The last huge party with my high school friends before freshman year of college was quite possibly the biggest debacle of my high school career. Drama between our girlfriends and guy friends imploded in our faces, and I had not slept the entire night. I had left the house the next morning in laughter which turned to crying from exhaustion in a matter of seconds. I went to my best friend’s house and told her everything that had happened and fell asleep in her bed for an hour.
However, I made a commitment to my parents to meet them for an event with their friends. I was weary and shocked that I was still functioning. One of my friends was leaving the next day for college, so all my friends were meeting for one last hurrah. It was most likely illegal that I was operating a motor vehicle, due to my level of exhaustion; but you win some, you lose some.
The time of night had come, it was time to say goodbye. I was legitimately delirious at this point. I was bawling my eyes out and would not let her get into her car. I had slept one hour in over 36 hours. It was so surreal – partly because I felt drunk due to my exhaustion, but also because I knew I would not see her until Thanksgiving break. In my exhaustion and hysterics, I cried to my friends, “you are my bridesmaids and I’m not even f***ing with you right now.”
And so it was born.
Although, throughout my freshman and sophomore year of college I have lost high school friends; there are a select few people that I truly believe will be my bridesmaids. We will all live in houses next to each other and our kids will be best friends. Our husbands will have to deal with being exiled from their homes so we can have pizza, wings, and sleepovers. We will be old grandmas together, reminiscing about our glory days: the nights we got too drunk, the nights we cried to each other about our lives, the phone calls at 3 a.m. because there was no one else we would rather talk to, the boys we wasted too much time on (the bad boys we never changed to good), our car rides where we all sucked at driving, the hookah bar where we killed our lungs and made weird friends, pizza and wings (where we order a gargantuan amount of food because some people really, really like their wings), and so much more.
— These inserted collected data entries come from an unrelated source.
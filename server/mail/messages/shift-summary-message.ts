import type { BoardReply } from '../../../src/shared/board-contract';
import type { MailContent, ShopIdentity } from './mail-content';
import { dataTable, heading, mailPage, paragraph } from './mail-html';
import { shopDay, shopTime } from './shop-time';

/** What the owner's shift summary reports on. */
export interface ShiftSummaryFacts {
  shop: ShopIdentity;
  timeZone: string;
  /** The shop calendar day the shift started on (YYYY-MM-DD). */
  shiftDate: string;
  /** True once the shift has ended; false for "the shift so far". */
  final: boolean;
  board: BoardReply;
}

/** How many spoil reasons the summary names. */
export const TOP_REASONS = 3;

const percent = (fraction: number | null) => (fraction === null ? 'nothing attempted yet' : `${(fraction * 100).toFixed(1)} %`);
const pieces = (n: number) => `${n} ${n === 1 ? 'piece' : 'pieces'}`;
const rate = (perHour: number | null) => (perHour === null ? '–' : perHour.toFixed(1));

/** The owner's end-of-shift (or shift-so-far) summary: pieces per station, spoils, first-pass yield, orders at risk. */
export function shiftSummaryMessage(facts: ShiftSummaryFacts): MailContent {
  const { board, shop, timeZone } = facts;
  const day = shopDay(facts.shiftDate);
  const subject = facts.final ? `End-of-shift summary for ${day}` : `Shift so far, ${day} (at ${shopTime(board.generatedAt, timeZone)})`;
  const span = `Shift ${shopTime(board.shift.startAt, timeZone)} to ${shopTime(board.shift.endAt, timeZone)}.`;
  const totalPieces = board.stations.filter((s) => s.kind === 'pack').reduce((sum, s) => sum + s.shiftPieces, 0);
  const stationRows = board.stations.map((s) => [s.name, s.kind, String(s.shiftPieces), rate(s.shiftPiecesPerHour)]);
  const spoiled = board.spoilReasons.reduce((sum, r) => sum + r.pieces, 0);
  const reasons = board.spoilReasons.slice(0, TOP_REASONS).map((r) => [r.reason, String(r.pieces), percent(r.share)]);
  const atRisk = board.orders.filter((o) => o.atRisk);
  const riskRows = atRisk.map((o) => [o.code, o.customerName, shopTime(o.dueAt, timeZone), o.etaAt ? shopTime(o.etaAt, timeZone) : 'no estimate', String(o.remainingPieces)]);

  const packedLine = `${pieces(totalPieces)} packed this shift.`;
  const spoilLine = spoiled > 0 ? `${pieces(spoiled)} spoiled; spoil rate ${percent(board.spoilRate)}.` : 'No spoils reported this shift.';
  const yieldLine = `First-pass yield: ${percent(board.firstPassYield)}.`;
  const riskLine = atRisk.length > 0 ? `${atRisk.length} open order(s) at risk of missing their due time:` : 'No open order is at risk of missing its due time.';

  const text = [
    subject,
    span,
    '',
    packedLine,
    '',
    'Pieces per station (this shift, per hour):',
    ...(stationRows.length > 0 ? stationRows.map(([name, kind, n, ph]) => `- ${name} (${kind}): ${pieces(Number(n))}, ${ph} per hour`) : ['- No station reported work.']),
    '',
    spoilLine,
    ...reasons.map(([reason, n, share]) => `- ${reason}: ${pieces(Number(n))} (${share})`),
    yieldLine,
    '',
    riskLine,
    ...riskRows.map(([code, customer, due, eta, left]) => `- ${code} for ${customer}: due ${due}, expected ${eta}, ${pieces(Number(left))} to go`),
    '',
    `Dwell at ${shop.name}`,
  ].join('\n');

  const html = mailPage(
    shop.name,
    subject,
    [
      paragraph(span),
      paragraph(packedLine),
      heading('Pieces per station'),
      stationRows.length > 0 ? dataTable(['Station', 'Work', 'Pieces', 'Per hour'], stationRows, [2, 3]) : paragraph('No station reported work.'),
      heading('Spoils'),
      paragraph(spoilLine),
      ...(reasons.length > 0 ? [dataTable(['Reason', 'Pieces', 'Share'], reasons, [1, 2])] : []),
      paragraph(yieldLine),
      heading('Orders at risk'),
      paragraph(riskLine),
      ...(riskRows.length > 0 ? [dataTable(['Order', 'Customer', 'Due', 'Expected', 'Pieces to go'], riskRows, [4])] : []),
    ],
    `Sent by Dwell at ${shop.name} to the owner.`,
  );
  return { subject, text, html };
}
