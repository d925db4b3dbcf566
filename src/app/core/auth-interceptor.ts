import { HttpErrorResponse, HttpInterceptorFn } from '@angular/common/http';
import { inject } from '@angular/core';
import { Router } from '@angular/router';
import { catchError, throwError } from 'rxjs';
import { Session } from '../auth/session';

/** On a 401 from a hub data call the session has ended: forget it and go to sign-in. */
export const authInterceptor: HttpInterceptorFn = (request, next) => {
  const session = inject(Session);
  const router = inject(Router);
  // The /api/auth/* calls answer 401 for a wrong password or PIN: their screens show the sentence.
  const watched = isApiCall(request.url) && !isAuthCall(request.url);
  return next(request).pipe(
    catchError((error: unknown) => {
      if (watched && error instanceof HttpErrorResponse && error.status === 401) {
        // A wall display has no one to type a password: its page signs in again with its own token.
        const wallDisplay = session.role() === 'display';
        session.clear();
        if (!wallDisplay) void router.navigateByUrl('/sign-in');
      }
      return throwError(() => error);
    }),
  );
};

function pathOf(url: string): string {
  return new URL(url, 'http://dwell.invalid').pathname;
}

function isApiCall(url: string): boolean {
  return pathOf(url).startsWith('/api/');
}

function isAuthCall(url: string): boolean {
  return pathOf(url).startsWith('/api/auth/');
}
My group of friends is the epitome of dysfunctional. Every single time we hang out, without fail, we fail at functioning as normal human beings.
And we royally screwed up.
We attended college all over the country. People are all along the east coast, meanwhile, I am in Texas. We cannot plan accordingly to save our lives. We can barely make a functional plan to meet up and be on time. Everyone knows that when two of us say we will be at a meeting point at 6, don’t expect us until at least 6:30. Ergo, I think we have too high expectations for ourselves to actually formulate a plan at this level of importance. I do not think I can properly articulate how we function as a unit.
So, as I sit here in 70 degree Texas weather in November, giving anything to feel the Northeastern fall, I think about my dysfunctional bridesmaids. I would give anything for one of their hugs right now. I would give anything to cuddle in a bed that is too small, laughing about nothing, talking about everything and eating (probably something pumpkin). I would give anything to drive freely down 202 with my best friends to the diner in the pursuit of cheese fries, corn-chipped beef, and an insanely large handful of complimentary mints. I would give anything to live close to them again.
But at the same time, I don’t.
Because nothing is better than seeing each other for the first time during Thanksgiving break. Nothing is better than the excitement of hugging them and crying for far too long. Nothing is better than having amazing life-long friends pick you up at the airport for summer break after not seeing them for four months. Nothing is better than thinking of seeing their faces almost every day again and making memories doing the same, old stupid routines.
Yes, nothing is worse than leaving them again. However, that is when you know for sure that you will be old people laughing about your glory days and probably existing as even more dysfunctional humans that you possibly could have ever imagined. You know it’s real, you know they are always there, and you know nothing you do could ever change your friendship. They are just as much your family as your real family. My friends and I will hang out at one of our friend’s houses even when she is not there. Her family welcomes us in as if it is our home too.
So, yes, we done f***ed up, friends, and now we are all over the freaking country.
But you’re still my bridesmaids and I’m not even f***ing with you.